Don't hate the haute

4/24/2012
BY DANIEL NEMAN
BLADE FOOD EDITOR

Don't go into a restaurant with many beautiful women in it, says economist Tyler Cowen. Those places attract a lot of men, and although they may be popular for a few months the quality inevitably will soon diminish.

Don't go into restaurants in city centers, Mr. Cowen says. Their rents are high, so they have to make money on a high volume of business, which leads to problems with food and service.

Don't go into restaurants where people are smiling, he says. That indicates they are there to socialize, and are not truly serious about food.

What these and other statements from the esteemed economist should teach us is that, in general, we shouldn't listen to what economists have to say about restaurants. They don't look at life the same way as you and I. And they certainly don't consider situations that do not fit into their preconceived theories.

For instance, what if you are yourself a beautiful woman? What if you are a beautiful woman who wants to dine out with a number of your beautiful friends? According to Mr. Cowen, you shouldn't go to whatever restaurant you happen to go to.

Ordinarily, the soulless rantings of an economist would not interest me, except when they appeared in the business pages. But Mr. Cowen has just written a book called An Economist Gets Lunch: New Rules for Everyday Foodies, and it has the food world talking.

Here is the part that has me talking: His thesis that greasy little joints, dives, and colorful ethnic restaurants are, by necessity, better than the fanciest restaurants that drizzle cognac over foie gras.

Mr. Cowen is not the first person to formulate this theory, of course. Calvin Trillin memorably wrote that when he goes to a new town, he doesn't want to go to the restaurant where you'd take your parents, he wants to go to the one where you'd take your old army buddy. Mr. Cowen even cites Mr. Trillin's famous dislike of generic continental cuisine establishments that he referred to as La Maison de la Casa House.

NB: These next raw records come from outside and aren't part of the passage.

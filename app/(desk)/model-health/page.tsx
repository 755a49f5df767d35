import type { Metadata } from "next";
import Link from "next/link";
import { db } from "@/lib/db/client";
import { requirePagePermission } from "@/lib/auth/current-user";
import { isAppError, type FieldIssue } from "@/lib/errors";
import { getSettings } from "@/lib/settings/get-settings";
import { listModelVersions } from "@/lib/model-versions/list-model-versions";
import { getModelVersionMetrics } from "@/lib/feedback/get-model-version-metrics";
import { formWindowInput, parseModelVersionMetricsQuery } from "@/lib/feedback/parse-metrics-query";
import type { ModelVersionMetrics, ModelVersionMetricsAnswer, ModelVersionMetricsQuery, WindowQuery } from "@/lib/feedback/schemas";
import { NotAllowed } from "@/app/components/not-allowed";
import { formValues, MetricsWindowForm, WindowSummary } from "@/app/components/metrics-window-form";
import { formatCount, formatDecimal, formatInterval, formatPercent } from "@/app/components/metric-format";
import { ModelVersionPanel } from "@/app/(desk)/model-health/model-version-panel";

export const metadata: Metadata = { title: "Model health" };
export const dynamic = "force-dynamic";

type SearchParams = Record<string, string | string[] | undefined>;

const first = (value: string | string[] | undefined) => (Array.isArray(value) ? value[0] : value) ?? "";

/** One row of the side-by-side table: the same number for each version shown. */
function CompareRow({ label, values, hint }: { label: string; values: string[]; hint?: string }) {
  return (
    <tr>
      <th scope="row" className="font-normal text-ink">
        {label}
        {hint ? <span className="block text-2xs text-ink-soft">{hint}</span> : null}
      </th>
      {values.map((value, index) => (
        <td key={index} className="num">
          {value}
        </td>
      ))}
    </tr>
  );
}

function rateCell(rate: { value: number | null; lower: number; upper: number; trials: number }): string {
  return rate.value === null ? "—" : `${formatPercent(rate.value)} (${formatInterval(rate)})`;
}

export default async function ModelHealthPage({ searchParams }: { searchParams: Promise<SearchParams> }) {
  const access = await requirePagePermission("model_health.view");
  if (!access.allowed) return <NotAllowed role={access.user.role} />;
  const raw = await searchParams;
  const now = new Date();
  const [settings, versions] = await Promise.all([getSettings(db()), listModelVersions(db())]);

  // Champion and challenger travel in the URL. By default: two active versions of the same model,
  // the older as champion and the newer as challenger; otherwise the newest active version alone.
  const known = new Set(versions.map((version) => version.id));
  const newestActive = versions.filter((version) => version.active).sort((a, b) => b.createdAt.getTime() - a.createdAt.getTime());
  const pair = newestActive.flatMap((newer) => newestActive.filter((older) => older.modelName === newer.modelName && older.id !== newer.id).map((older) => [older, newer]))[0];
  const defaults = { champion: pair?.[0].id ?? newestActive[0]?.id ?? "", challenger: pair?.[1].id ?? "" };
  const pick = (name: "champion" | "challenger") => (raw[name] === undefined ? defaults[name] : known.has(first(raw[name])) ? first(raw[name]) : "");
  const champion = pick("champion");
  const challenger = pick("challenger");
  const shown = [champion, challenger].filter((id, index, all) => id !== "" && all.indexOf(id) === index);

  let query: (WindowQuery & ModelVersionMetricsQuery) | null = null;
  let issues: FieldIssue[] = [];
  let answer: ModelVersionMetricsAnswer | null = null;
  try {
    query = parseModelVersionMetricsQuery({ ...formWindowInput(raw), modelVersionId: shown });
    answer = shown.length > 0 ? await getModelVersionMetrics(db(), { query, now }) : null;
  } catch (error) {
    if (!isAppError(error)) throw error;
    issues = error.issues;
  }

  const keep: [string, string][] = [
    ["champion", champion],
    ["challenger", challenger],
  ];
  const panels: { metrics: ModelVersionMetrics; role: "champion" | "challenger" | null }[] =
    answer?.modelVersions.map((metrics) => ({
      metrics,
      role: shown.length < 2 ? null : metrics.modelVersion.id === champion ? "champion" : "challenger",
    })) ?? [];
  const versionLabel = (id: string) => {
    const version = versions.find((candidate) => candidate.id === id);
    return version ? `${version.modelName} ${version.version}${version.active ? "" : " (retired)"}` : id;
  };
  const apiQuery = new URLSearchParams([
    ...Object.entries(formWindowInput(raw)).flatMap(([key, value]) =>
      ["window", "date", "from", "to", "bucket", "driftCurrentDays", "driftReferenceDays"].includes(key) && first(value) !== "" ? [[key, first(value)] as [string, string]] : [],
    ),
    ...shown.map((id) => ["modelVersionId", id] as [string, string]),
  ]);

  return (
    <section aria-labelledby="model-health-heading" className="space-y-4">
      <div className="space-y-1">
        <h1 id="model-health-heading" className="text-lg font-semibold">
          Model health
        </h1>
        <p className="max-w-3xl text-sm text-ink-soft">
          How each model version performs on what reviews and late labels showed: alerts in a window by arrival day, every rate with its 95%
          Wilson interval and the counts behind it. Put a champion and a challenger side by side to compare them on the same days.
        </p>
      </div>

      <MetricsWindowForm
        action="/model-health"
        label="Window and model versions"
        values={formValues(raw)}
        issues={issues}
        now={now}
        labelMaturityDays={settings.metrics.labelMaturityDays}
        keep={keep}
      >
        <label className="flex flex-col gap-1 text-xs font-semibold text-ink-soft" htmlFor="mh-champion">
          Champion
          <select id="mh-champion" name="champion" defaultValue={champion} className="field">
            {versions.map((version) => (
              <option key={version.id} value={version.id}>
                {versionLabel(version.id)}
              </option>
            ))}
          </select>
        </label>
        <label className="flex flex-col gap-1 text-xs font-semibold text-ink-soft" htmlFor="mh-challenger">
          Challenger
          <select id="mh-challenger" name="challenger" defaultValue={challenger} className="field">
            <option value="">None</option>
            {versions.map((version) => (
              <option key={version.id} value={version.id}>
                {versionLabel(version.id)}
              </option>
            ))}
          </select>
        </label>
        <label className="flex flex-col gap-1 text-xs font-semibold text-ink-soft" htmlFor="mh-drift-current">
          Drift: last days
          <input id="mh-drift-current" type="number" min={1} max={365} name="driftCurrentDays" defaultValue={first(raw.driftCurrentDays) || "14"} className="field w-20" />
        </label>
        <label className="flex flex-col gap-1 text-xs font-semibold text-ink-soft" htmlFor="mh-drift-reference">
          against the days before
          <input id="mh-drift-reference" type="number" min={1} max={365} name="driftReferenceDays" defaultValue={first(raw.driftReferenceDays) || "28"} className="field w-20" />
        </label>
      </MetricsWindowForm>
      {versions.length === 0 ? (
        <p className="text-sm text-ink-soft">No model versions are registered yet. An admin registers them in Settings.</p>
      ) : null}

      {answer ? (
        <>
          <WindowSummary window={answer.window} what="Alerts that arrived" />
          <div className="panel overflow-x-auto">
            <table className="data-table" aria-label="Model versions side by side">
              <thead>
                <tr>
                  <th scope="col">Over the window</th>
                  {panels.map((panel) => (
                    <th key={panel.metrics.modelVersion.id} scope="col" className="num">
                      {panel.role ? `${panel.role}: ` : ""}
                      {versionLabel(panel.metrics.modelVersion.id)}
                    </th>
                  ))}
                </tr>
              </thead>
              <tbody>
                <CompareRow label="Alerts received / closed" values={panels.map(({ metrics }) => `${formatCount(metrics.received)} / ${formatCount(metrics.closed)}`)} />
                <CompareRow label="Realized precision" hint="95% Wilson interval" values={panels.map(({ metrics }) => rateCell(metrics.realizedPrecision))} />
                <CompareRow label={`Precision at k = ${settings.metrics.dailyCapacity}`} hint="all days pooled" values={panels.map(({ metrics }) => rateCell(metrics.precisionAtK.overall))} />
                <CompareRow label="Brier score" values={panels.map(({ metrics }) => formatDecimal(metrics.calibration.brierScore))} />
                <CompareRow label="ECE" hint="binned, Naeini et al. 2015" values={panels.map(({ metrics }) => formatDecimal(metrics.calibration.expectedCalibrationError))} />
                <CompareRow label="ROC AUC / average precision" hint="measured on reviewed alerts only" values={panels.map(({ metrics }) => `${formatDecimal(metrics.discrimination.rocAuc)} / ${formatDecimal(metrics.discrimination.averagePrecision)}`)} />
                <CompareRow label="PSI of scores" hint="0.1 watch, 0.25 act (common practice)" values={panels.map(({ metrics }) => (metrics.drift.psi === null ? "—" : `${metrics.drift.psi.toFixed(3)} (${metrics.drift.level})`))} />
              </tbody>
            </table>
          </div>
          <div className={`grid gap-4 ${panels.length > 1 ? "lg:grid-cols-2" : ""}`}>
            {panels.map((panel) => (
              <ModelVersionPanel key={panel.metrics.modelVersion.id} metrics={panel.metrics} role={panel.role} window={answer.window} />
            ))}
          </div>
          <p className="text-xs text-ink-soft">
            The same numbers as JSON:{" "}
            <Link href={`/api/v1/metrics/model-versions?${apiQuery.toString()}`} className="font-mono text-accent underline">
              GET /api/v1/metrics/model-versions?{apiQuery.toString()}
            </Link>
          </p>
        </>
      ) : null}
    </section>
  );
}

And to some extent I agree. Whenever visitors come to town, we invariably take them to one of our fine Middle Eastern restaurants, or perhaps a great-food/lousy-ambience Chinese joint, rather than one of the higher priced, tonier spots. But that's just the first night. The second night, we often go to a spiffier continental restaurant.

What I'm trying to say is, don't hate the haute.

Fine dining isn't just fine, it's refined. It is the ever-evolving result of the best chefs working on their craft over a period of centuries. Their knowledge is collected in books, it is handed down from chef to chef, it is taught at institutes of learning devoted entirely to the study of the preparation of food.

The chefs often train for years, learning techniques that have been developed by the finest minds in food from around the world. They experiment, they share ideas, they try new things. They may make mistakes, they may have failures, but they learn from them and become better chefs for it. They spend their lives perfecting their art.

It is entirely possible that the best cook in the world is an old Italian grandmother working in a restaurant in a basement in Naples or somewhere, making a tomato sauce with an instinct that cannot be taught, using recipes that have been passed down from her grandmother or perhaps her grandmother's grandmother. Given the chance, I would go directly to her restaurant. I might never leave.

But it strikes me as the worst kind of reverse snobbery to suggest that your average curry house is always preferable to your average restaurant with white linen tablecloths. They are two different things. Both might do what they do exceptionally well, but one is the pinnacle of the art.

Sure, you may proudly display your kid's fingerpainting on the fridge. It may fill your soul with happiness every time you see it. But every once in a while, it's nice to look at a Picasso.